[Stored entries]
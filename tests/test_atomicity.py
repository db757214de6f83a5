"""No data loss and no partial files: runs killed with SIGKILL, output folders, inputs.

A run writes each output to ``.NAME.PID.RANDOM.part`` in ``--out`` and renames
it over ``NAME`` (``driftloop.io.writers.atomic_open``).  Killed at any
moment, it must leave every output either as the previous run wrote it or
as this run writes it, complete; a later run removes the temporary files of
killed writers.  The kills here use real timing on a real subprocess: the
input is large enough for the run to take a few seconds, and some kills wait
until the run's own temporary file appears, so that they land while it writes.
"""

from __future__ import annotations

import hashlib
import json
import os
import random
import shutil
import signal
import stat
import subprocess
import sys
import time
from pathlib import Path

import numpy as np
import pytest
import strategies

from driftloop.io.writers import atomic_open, remove_stale_parts

OUTPUTS = strategies.OUTPUTS
RUN_CLOCK = strategies.RUN_CLOCK


def _track_csv(path: Path, n: int, drifters: int = 3, lon0: float = -30.0) -> Path:
    per = n // drifters
    k = np.arange(per)
    stamps = (1772323200 + 600 * k).astype("datetime64[s]").astype(str)
    with open(path, "w", encoding="utf-8") as handle:
        handle.write("drifter,time,lat,lon\n")
        for d in range(drifters):
            lat = 40.0 + d + 1e-4 * k
            lon = lon0 + 1e-4 * k
            handle.write("".join(
                f"D{d},{s}Z,{a:.6f},{b:.6f}\n"
                for s, a, b in zip(stamps.tolist(), lat.tolist(), lon.tolist(), strict=True)))
    return path


def _command(src: Path, out: Path, *extra: str) -> list[str]:
    return [sys.executable, "-m", "driftloop", "qc", str(src), "--out", str(out),
            "--no-land-test", "--quiet", *extra]


def _run(src: Path, out: Path, *extra: str) -> subprocess.CompletedProcess:
    return subprocess.run(_command(src, out, *extra), capture_output=True, text=True,
                          check=False)


def _contents(folder: Path) -> dict[str, bytes]:
    return {name: (folder / name).read_bytes() for name in OUTPUTS}


def _same_run(name: str, data: bytes, reference: bytes) -> bool:
    """Whether an output is the reference's (provenance: all but the time stamp)."""
    if name != "provenance.json":
        return data == reference
    try:
        mine = json.loads(data)
    except ValueError:
        return False
    theirs = json.loads(reference)
    for key in RUN_CLOCK:
        mine.pop(key, None)
        theirs.pop(key, None)
    return mine == theirs


def _check_folder(folder: Path, previous: dict[str, bytes], new: dict[str, bytes]) -> list[str]:
    """Every output is complete: the previous run's or the new run's, byte for byte."""
    problems = []
    for entry in os.listdir(folder):
        if entry in OUTPUTS:
            data = (folder / entry).read_bytes()
            if not (_same_run(entry, data, previous[entry]) or _same_run(entry, data, new[entry])):
                problems.append(f"{entry} is neither the previous nor the new run's "
                                f"({len(data)} bytes)")
        elif not (entry.startswith(tuple(f".{n}." for n in OUTPUTS)) and entry.endswith(".part")):
            problems.append(f"unexpected entry {entry!r}")
    return problems


@pytest.fixture(scope="module")
def runs(tmp_path_factory):
    """A big input (new run), a small one (previous run), and their complete outputs."""
    root = tmp_path_factory.mktemp("atomic")
    big = _track_csv(root / "big.csv", 100_000)
    small = _track_csv(root / "small.csv", 60, lon0=-20.0)
    config = root / "previous.toml"
    config.write_text("[qc]\ngap_h = 5.0\n")  # so that every output of the two runs differs
    started = time.monotonic()
    done = _run(big, root / "ref_big")
    duration = time.monotonic() - started
    assert done.returncode == 0, done.stderr
    done = _run(small, root / "ref_small", "--config", str(config))
    assert done.returncode == 0, done.stderr
    return {
        "root": root, "big": big, "small": small, "duration": duration,
        "new": _contents(root / "ref_big"), "previous": _contents(root / "ref_small"),
    }


def _wait_for(predicate, proc: subprocess.Popen, timeout: float) -> bool:
    end = time.monotonic() + timeout
    while time.monotonic() < end and proc.poll() is None:
        if predicate():
            return True
        time.sleep(0.002)
    return False


def _parts(folder: Path, name: str) -> list[str]:
    return [e for e in os.listdir(folder) if e.startswith(f".{name}.") and e.endswith(".part")]


def test_killed_runs_leave_previous_or_new_complete_outputs(runs):
    root, previous, new = runs["root"], runs["previous"], runs["new"]
    for name in OUTPUTS:
        assert not _same_run(name, previous[name], new[name]), name  # the check can tell them apart
    rng = random.Random(20260301)
    schedule = ["random", "writing fixes.csv", "after fixes.csv", "writing summary.json",
                "random", "random"]
    landed = []
    for k, when in enumerate(schedule):
        folder = root / f"killed{k}"
        shutil.copytree(root / "ref_small", folder)
        first_inode = (folder / "fixes.csv").stat().st_ino
        proc = subprocess.Popen(_command(runs["big"], folder), stdout=subprocess.DEVNULL,
                                stderr=subprocess.DEVNULL)
        try:
            if when == "random":
                time.sleep(rng.uniform(0.0, runs["duration"]))
            elif when == "writing fixes.csv":
                assert _wait_for(lambda f=folder: _parts(f, "fixes.csv"), proc, 120)
                time.sleep(rng.uniform(0.0, 0.02))
            elif when == "after fixes.csv":
                # a run may finish before the poll sees the moment: the kill then
                # finds it done, and the folder check below still applies
                _wait_for(lambda f=folder, i=first_inode:
                          (f / "fixes.csv").stat().st_ino != i, proc, 120)
            else:
                _wait_for(lambda f=folder: _parts(f, "summary.json"), proc, 120)
            parts_at_kill = [e for e in os.listdir(folder) if e.endswith(".part")]
            proc.send_signal(signal.SIGKILL)
        finally:
            proc.wait(timeout=60)
        landed.append((when, proc.returncode, parts_at_kill))
        problems = _check_folder(folder, previous, new)
        assert not problems, (when, problems)
    # the kill that waited for the temporary fixes.csv landed while the run was writing it
    # (writing 100,000 rows takes longer than the wait); the later kills may find the
    # run already finished, which the folder check covers too
    when, code, parts = landed[1]
    assert code == -signal.SIGKILL and any(p.startswith(".fixes.csv.") for p in parts), landed

    # a later run over a killed one completes and removes the temporary files
    folder = root / "killed1"
    done = _run(runs["big"], folder)
    assert done.returncode == 0, done.stderr
    assert not [e for e in os.listdir(folder) if e.endswith(".part")]
    for name in OUTPUTS:
        assert _same_run(name, (folder / name).read_bytes(), new[name])


def test_a_first_run_killed_part_way_can_be_run_again(runs, tmp_path):
    """The state a first run leaves when killed between its first and last rename."""
    folder = tmp_path / "first"
    folder.mkdir()
    shutil.copy(runs["root"] / "ref_big" / "fixes.csv", folder / "fixes.csv")
    (folder / ".summary.json.999999999.x1y2.part").write_text("{")
    done = _run(runs["small"], folder, "--config", str(runs["root"] / "previous.toml"))
    assert done.returncode == 0, done.stderr
    assert _contents(folder)["fixes.csv"] == runs["previous"]["fixes.csv"]


def _dead_pid() -> int:
    child = subprocess.Popen([sys.executable, "-c", "pass"])
    child.wait()
    return child.pid


def test_stale_temporary_files_are_removed_and_live_ones_kept(tmp_path):
    target = tmp_path / "fixes.csv"
    target.write_text("old\n")
    sleeper = subprocess.Popen([sys.executable, "-c", "import time; time.sleep(30)"])
    try:
        dead = tmp_path / f".fixes.csv.{_dead_pid()}.a1b2.part"
        legacy = tmp_path / ".fixes.csv.q9w8e7.part"
        live = tmp_path / f".fixes.csv.{sleeper.pid}.c3d4.part"
        other = tmp_path / f".summary.json.{_dead_pid()}.e5f6.part"
        for p in (dead, legacy, live, other):
            p.write_text("partial")
        with atomic_open(target) as handle:
            handle.write("new\n")
        assert target.read_text() == "new\n"
        assert not dead.exists() and not legacy.exists()
        assert live.exists(), "the temporary file of a running writer was removed"
        assert other.exists(), "only the temporary files of the file written are touched"
        assert remove_stale_parts(tmp_path / "summary.json") == [other]
    finally:
        sleeper.kill()
        sleeper.wait()


def test_a_failed_write_keeps_the_previous_file_and_no_temporary(tmp_path):
    target = tmp_path / "summary.json"
    target.write_text('{"previous": true}\n')
    with pytest.raises(RuntimeError), atomic_open(target) as handle:
        handle.write('{"half":')
        raise RuntimeError("disk full")
    assert target.read_text() == '{"previous": true}\n'
    assert os.listdir(tmp_path) == ["summary.json"]


def test_outputs_get_the_permissions_of_a_new_file(tmp_path):
    old = os.umask(0o027)
    try:
        with atomic_open(tmp_path / "a.txt") as handle:
            handle.write("x")
    finally:
        os.umask(old)
    assert stat.S_IMODE((tmp_path / "a.txt").stat().st_mode) == 0o640


def _sha(path: Path) -> str:
    return hashlib.sha256(path.read_bytes()).hexdigest()


def _qc(*args) -> tuple[int, str]:
    code, _, err, _ = strategies.run_cli(["qc", *map(str, args), "--no-land-test", "--quiet"])
    return code, err


def test_out_refuses_a_foreign_folder_unless_overwrite(tmp_path):
    src = _track_csv(tmp_path / "t.csv", 30)
    foreign = tmp_path / "notes"
    foreign.mkdir()
    (foreign / "todo.txt").write_text("keep me")
    code, err = _qc(src, "--out", foreign)
    assert code == 1 and "--overwrite" in err and str(foreign) in err
    assert os.listdir(foreign) == ["todo.txt"]
    code, err = _qc(src, "--out", foreign, "--overwrite")
    assert code == 0, err
    assert (foreign / "todo.txt").read_text() == "keep me"
    assert sorted(os.listdir(foreign)) == sorted([*OUTPUTS, "todo.txt"])


def test_inputs_are_never_modified_whatever_out_points_at(tmp_path):
    data = tmp_path / "data"
    data.mkdir()
    track = _track_csv(data / "track.csv", 30)
    gpx = data / "g.gpx"
    gpx.write_text('<gpx version="1.1"><wpt lat="1.0" lon="2.0">'
                   "<time>2026-03-01T00:00:00Z</time></wpt></gpx>\n")
    other = tmp_path / "other"
    other.mkdir()
    named_like_output = _track_csv(other / "fixes.csv", 30)
    before = {p: _sha(p) for p in (track, gpx, named_like_output)}

    # --out is the input folder: outputs go beside the inputs
    code, err = _qc(track, gpx, "--out", data, "--overwrite")
    assert code == 0, err
    assert sorted(os.listdir(data)) == sorted([*OUTPUTS, "track.csv", "g.gpx"])
    # an input that has an output's name is never written over
    code, err = _qc(named_like_output, "--out", other, "--overwrite")
    assert code == 1 and "refusing to overwrite an input file" in err
    # the folder as input and as output: its fixes.csv is now an input too
    code, err = _qc(data, "--out", data, "--overwrite")
    assert code == 1 and "refusing to overwrite an input file" in err
    # an output that is a symbolic link to an input
    run = tmp_path / "run"
    assert _qc(track, "--out", run)[0] == 0
    (run / "fixes.csv").unlink()
    (run / "fixes.csv").symlink_to(track)
    code, err = _qc(track, "--out", run)
    assert code == 1 and "refusing to overwrite an input file" in err
    assert {p: _sha(p) for p in before} == before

## Brief
Where a line of the data above includes the string "driftloop", pull it out.

## Answer space
it over ``NAME`` (``driftloop.io.writers.atomic_open``).  Killed at any
from driftloop.io.writers import atomic_open, remove_stale_parts
    return [sys.executable, "-m", "driftloop", "qc", str(src), "--out", str(out),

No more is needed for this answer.